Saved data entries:
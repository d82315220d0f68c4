import type { IngestReport } from '../../processing/chunks/chunk';
import type { RecordErrorJson } from '../../processing/records/record-error';
import type { Layout } from '../../processing/schemas/layout';
import type { RecipeSettings } from '../../processing/schemas/recipe';
import type { SetUp } from '../../processing/schemas/set-up';
import type { PeriodResult } from '../../processing/state';

/**
 * What the server asks of the worker threads. The jobs know only this; `worker-engine.ts` binds it to the pool, and tests of the routes
 * may bind something quicker.
 */
export interface Engine {
  /**
   * Reads a raw file under a layout into chunks; the folder is complete when this resolves with a report.
   *
   * @param onProgress share of the bytes that are read, 0–1
   */
  readRawFile(
    request: ReadRequest,
    onProgress: (share: number) => void,
    signal: AbortSignal,
  ): Promise<{ report: IngestReport } | { problem: RecordErrorJson }>;

  /**
   * Computes periods, in any order, each handed over once. Periods of another call are never touched.
   *
   * @returns when all are done; rejects with the signal's reason when it is aborted
   */
  computePeriods(
    request: ComputeRequest,
    onPeriod: (result: PeriodResult) => void,
    signal: AbortSignal,
  ): Promise<void>;

  close(): Promise<void>;
}

export interface ReadRequest {
  path: string;
  fileName: string;
  layout: Layout;
  utcOffsetMinutes: number;
  outFolder: string;
}

export interface ComputeFile {
  id: string;
  contentHash: string;
  layoutHash: string;
  layout: Layout;
  report: IngestReport;
  chunkFolder: string;
}

export interface ComputeRequest {
  /** In order of precedence. */
  files: ComputeFile[];
  /** In the order of their dates. */
  setUps: { hash: string; validFromMs: number; setUp: SetUp }[];
  settings: RecipeSettings;
  utcOffsetMinutes: number;
  /** The whole run, for statistics that look beyond one period. */
  fromMs: number;
  toMs: number;
  /** Periods to compute now; those that are done already are left out. */
  startsMs: number[];
}
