import PgBoss from 'pg-boss';
import type { Database } from '../../db/client';
import type { Log } from '../log';
import type { Jobs } from './jobs';

/**
 * The queue: pg-boss over the same database. A job says only which row to look at; what is left to do follows from the row, so a job
 * that runs twice, or comes back after a crash, does no harm.
 */

export interface JobHandlers {
  readRawFile(rawFileId: string, isLastTry: boolean, signal: AbortSignal): Promise<void>;
  computeRun(runId: string, isLastTry: boolean, signal: AbortSignal): Promise<void>;
}

const READ = 'read-raw-file';
const COMPUTE = 'compute-run';
const RETRIES = 2;

interface JobData {
  id: string;
}

export class JobQueue implements Jobs {
  private readonly boss: PgBoss;
  private readonly workers = new Map<string, string[]>();
  private readonly stops = new Map<string, AbortController>();
  private readonly working = new Map<string, Promise<void>>();
  private readonly shutdown = new AbortController();

  constructor(
    private readonly database: Database,
    private readonly log: Log,
    /** Files that are read at once. */
    private readonly readers: number,
  ) {
    this.boss = new PgBoss({
      db: { executeSql: (text, values) => database.executeSql(text, values) },
      // Nobody else looks after orphaned jobs of other machines.
      maintenanceIntervalSeconds: 30,
      schedule: false,
      archiveCompletedAfterSeconds: 60 * 60,
      deleteAfterDays: 3,
    });
    this.boss.on('error', (cause) => log.error({ err: cause }, 'job queue'));
  }

  /** Opens the queue. In the embedded database nobody else can be working, so every active job is an orphan and goes back at once. */
  async open(): Promise<void> {
    await this.boss.start();
    for (const name of [READ, COMPUTE]) {
      // A job is only ever lost with its process: the time it may take is bounded by patience, not by a guess.
      const options = { name, retryLimit: RETRIES, retryDelay: 1, expireInHours: 23 };
      if ((await this.boss.getQueue(name)) === null) await this.boss.createQueue(name, options);
      else await this.boss.updateQueue(name, options);
    }
    if (this.database.driver === 'embedded') {
      await this.database.executeSql(
        `update pgboss.job set state = 'retry', start_after = now(), started_on = null
         where state = 'active' and name = any($1)`,
        [[READ, COMPUTE]],
      );
    }
  }

  /**
   * Begins to work, and sends what the rows say is left and no waiting job says.
   */
  async begin(handlers: JobHandlers, left: { rawFileIds: string[]; runIds: string[] }): Promise<void> {
    await this.sendMissing(READ, left.rawFileIds);
    await this.sendMissing(COMPUTE, left.runIds);
    for (let reader = 0; reader < this.readers; reader++) {
      await this.work(READ, (id, isLastTry, signal) => handlers.readRawFile(id, isLastTry, signal));
    }
    await this.work(COMPUTE, (id, isLastTry, signal) => handlers.computeRun(id, isLastTry, signal));
  }

  private async sendMissing(name: string, ids: string[]): Promise<void> {
    if (ids.length === 0) return;
    const { rows } = await this.database.executeSql(
      `select data->>'id' as id from pgboss.job where name = $1 and state in ('created', 'retry', 'active')`,
      [name],
    );
    const waiting = new Set(rows.map((row) => row.id as string));
    for (const id of ids) if (!waiting.has(id)) await this.send(name, id);
  }

  private async work(
    name: string,
    handle: (id: string, isLastTry: boolean, signal: AbortSignal) => Promise<void>,
  ): Promise<void> {
    const worker = await this.boss.work<JobData>(
      name,
      { batchSize: 1, pollingIntervalSeconds: 1, includeMetadata: true },
      async ([job]) => {
        const { id } = job.data;
        // Two jobs about one row do not work at once: the second looks at what the first has left.
        for (let before = this.working.get(id); before !== undefined; before = this.working.get(id)) {
          await before.catch(() => undefined);
        }
        const stop = new AbortController();
        this.stops.set(id, stop);
        const signal = AbortSignal.any([stop.signal, this.shutdown.signal]);
        const work = handle(id, job.retryCount >= job.retryLimit, signal);
        this.working.set(id, work);
        try {
          await work;
        } catch (cause) {
          if (!signal.aborted) this.log.error({ err: cause, job: name, id }, 'job failed');
          throw cause;
        } finally {
          this.working.delete(id);
          this.stops.delete(id);
        }
      },
    );
    this.workers.set(name, [...(this.workers.get(name) ?? []), worker]);
  }

  private async send(name: string, id: string): Promise<void> {
    await this.boss.send(name, { id } satisfies JobData);
    for (const worker of this.workers.get(name) ?? []) this.boss.notifyWorker(worker);
  }

  readRawFile(rawFileId: string): Promise<void> {
    return this.send(READ, rawFileId);
  }

  computeRun(runId: string): Promise<void> {
    return this.send(COMPUTE, runId);
  }

  stopRun(runId: string): void {
    this.stops.get(runId)?.abort(new Error('stopped on request'));
  }

  /** Asks jobs at work to stop; they come back at the next start. */
  async close(deadlineMs: number): Promise<void> {
    this.shutdown.abort(new Error('the server is shutting down'));
    let timer: NodeJS.Timeout | undefined;
    await Promise.race([
      Promise.allSettled(this.working.values()),
      new Promise((resolve) => {
        timer = setTimeout(resolve, deadlineMs);
      }),
    ]);
    clearTimeout(timer);
    await this.boss.stop({ graceful: true, wait: true, timeout: 2000 });
  }
}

INSTRUCTIONS TO FOLLOW: The required result is a verbatim copy of all the entries.

ANSWER TO THIS PROBLEM:
repository d82315220d0f68c4
import type { IngestReport } from '../../processing/chunks/chunk';
import type { RecordErrorJson } from '../../processing/records/record-error';
import type { Layout } from '../../processing/schemas/layout';
import type { RecipeSettings } from '../../processing/schemas/recipe';
import type { SetUp } from '../../processing/schemas/set-up';
import type { PeriodResult } from '../../processing/state';

/**
 * What the server asks of the worker threads. The jobs know only this; `worker-engine.ts` binds it to the pool, and tests of the routes
 * may bind something quicker.
 */
export interface Engine {
  /**
   * Reads a raw file under a layout into chunks; the folder is complete when this resolves with a report.
   *
   * @param onProgress share of the bytes that are read, 0–1
   */
  readRawFile(
    request: ReadRequest,
    onProgress: (share: number) => void,
    signal: AbortSignal,
  ): Promise<{ report: IngestReport } | { problem: RecordErrorJson }>;

  /**
   * Computes periods, in any order, each handed over once. Periods of another call are never touched.
   *
   * @returns when all are done; rejects with the signal's reason when it is aborted
   */
  computePeriods(
    request: ComputeRequest,
    onPeriod: (result: PeriodResult) => void,
    signal: AbortSignal,
  ): Promise<void>;

  close(): Promise<void>;
}

export interface ReadRequest {
  path: string;
  fileName: string;
  layout: Layout;
  utcOffsetMinutes: number;
  outFolder: string;
}

export interface ComputeFile {
  id: string;
  contentHash: string;
  layoutHash: string;
  layout: Layout;
  report: IngestReport;
  chunkFolder: string;
}

export interface ComputeRequest {
  /** In order of precedence. */
  files: ComputeFile[];
  /** In the order of their dates. */
  setUps: { hash: string; validFromMs: number; setUp: SetUp }[];
  settings: RecipeSettings;
  utcOffsetMinutes: number;
  /** The whole run, for statistics that look beyond one period. */
  fromMs: number;
  toMs: number;
  /** Periods to compute now; those that are done already are left out. */
  startsMs: number[];
}
import PgBoss from 'pg-boss';
import type { Database } from '../../db/client';
import type { Log } from '../log';
import type { Jobs } from './jobs';

/**
 * The queue: pg-boss over the same database. A job says only which row to look at; what is left to do follows from the row, so a job
 * that runs twice, or comes back after a crash, does no harm.
 */

export interface JobHandlers {
  readRawFile(rawFileId: string, isLastTry: boolean, signal: AbortSignal): Promise<void>;
  computeRun(runId: string, isLastTry: boolean, signal: AbortSignal): Promise<void>;
}

const READ = 'read-raw-file';
const COMPUTE = 'compute-run';
const RETRIES = 2;

interface JobData {
  id: string;
}

export class JobQueue implements Jobs {
  private readonly boss: PgBoss;
  private readonly workers = new Map<string, string[]>();
  private readonly stops = new Map<string, AbortController>();
  private readonly working = new Map<string, Promise<void>>();
  private readonly shutdown = new AbortController();

  constructor(
    private readonly database: Database,
    private readonly log: Log,
    /** Files that are read at once. */
    private readonly readers: number,
  ) {
    this.boss = new PgBoss({
      db: { executeSql: (text, values) => database.executeSql(text, values) },
      // Nobody else looks after orphaned jobs of other machines.
      maintenanceIntervalSeconds: 30,
      schedule: false,
      archiveCompletedAfterSeconds: 60 * 60,
      deleteAfterDays: 3,
    });
    this.boss.on('error', (cause) => log.error({ err: cause }, 'job queue'));
  }

  /** Opens the queue. In the embedded database nobody else can be working, so every active job is an orphan and goes back at once. */
  async open(): Promise<void> {
    await this.boss.start();
    for (const name of [READ, COMPUTE]) {
      // A job is only ever lost with its process: the time it may take is bounded by patience, not by a guess.
      const options = { name, retryLimit: RETRIES, retryDelay: 1, expireInHours: 23 };
      if ((await this.boss.getQueue(name)) === null) await this.boss.createQueue(name, options);
      else await this.boss.updateQueue(name, options);
    }
    if (this.database.driver === 'embedded') {
      await this.database.executeSql(
        `update pgboss.job set state = 'retry', start_after = now(), started_on = null
         where state = 'active' and name = any($1)`,
        [[READ, COMPUTE]],
      );
    }
  }

  /**
   * Begins to work, and sends what the rows say is left and no waiting job says.
   */
  async begin(handlers: JobHandlers, left: { rawFileIds: string[]; runIds: string[] }): Promise<void> {
    await this.sendMissing(READ, left.rawFileIds);
    await this.sendMissing(COMPUTE, left.runIds);
    for (let reader = 0; reader < this.readers; reader++) {
      await this.work(READ, (id, isLastTry, signal) => handlers.readRawFile(id, isLastTry, signal));
    }
    await this.work(COMPUTE, (id, isLastTry, signal) => handlers.computeRun(id, isLastTry, signal));
  }

  private async sendMissing(name: string, ids: string[]): Promise<void> {
    if (ids.length === 0) return;
    const { rows } = await this.database.executeSql(
      `select data->>'id' as id from pgboss.job where name = $1 and state in ('created', 'retry', 'active')`,
      [name],
    );
    const waiting = new Set(rows.map((row) => row.id as string));
    for (const id of ids) if (!waiting.has(id)) await this.send(name, id);
  }

  private async work(
    name: string,
    handle: (id: string, isLastTry: boolean, signal: AbortSignal) => Promise<void>,
  ): Promise<void> {
    const worker = await this.boss.work<JobData>(
      name,
      { batchSize: 1, pollingIntervalSeconds: 1, includeMetadata: true },
      async ([job]) => {
        const { id } = job.data;
        // Two jobs about one row do not work at once: the second looks at what the first has left.
        for (let before = this.working.get(id); before !== undefined; before = this.working.get(id)) {
          await before.catch(() => undefined);
        }
        const stop = new AbortController();
        this.stops.set(id, stop);
        const signal = AbortSignal.any([stop.signal, this.shutdown.signal]);
        const work = handle(id, job.retryCount >= job.retryLimit, signal);
        this.working.set(id, work);
        try {
          await work;
        } catch (cause) {
          if (!signal.aborted) this.log.error({ err: cause, job: name, id }, 'job failed');
          throw cause;
        } finally {
          this.working.delete(id);
          this.stops.delete(id);
        }
      },
    );
    this.workers.set(name, [...(this.workers.get(name) ?? []), worker]);
  }

  private async send(name: string, id: string): Promise<void> {
    await this.boss.send(name, { id } satisfies JobData);
    for (const worker of this.workers.get(name) ?? []) this.boss.notifyWorker(worker);
  }

  readRawFile(rawFileId: string): Promise<void> {
    return this.send(READ, rawFileId);
  }

  computeRun(runId: string): Promise<void> {
    return this.send(COMPUTE, runId);
  }

  stopRun(runId: string): void {
    this.stops.get(runId)?.abort(new Error('stopped on request'));
  }

  /** Asks jobs at work to stop; they come back at the next start. */
  async close(deadlineMs: number): Promise<void> {
    this.shutdown.abort(new Error('the server is shutting down'));
    let timer: NodeJS.Timeout | undefined;
    await Promise.race([
      Promise.allSettled(this.working.values()),
      new Promise((resolve) => {
        timer = setTimeout(resolve, deadlineMs);
      }),
    ]);
    clearTimeout(timer);
    await this.boss.stop({ graceful: true, wait: true, timeout: 2000 });
  }
}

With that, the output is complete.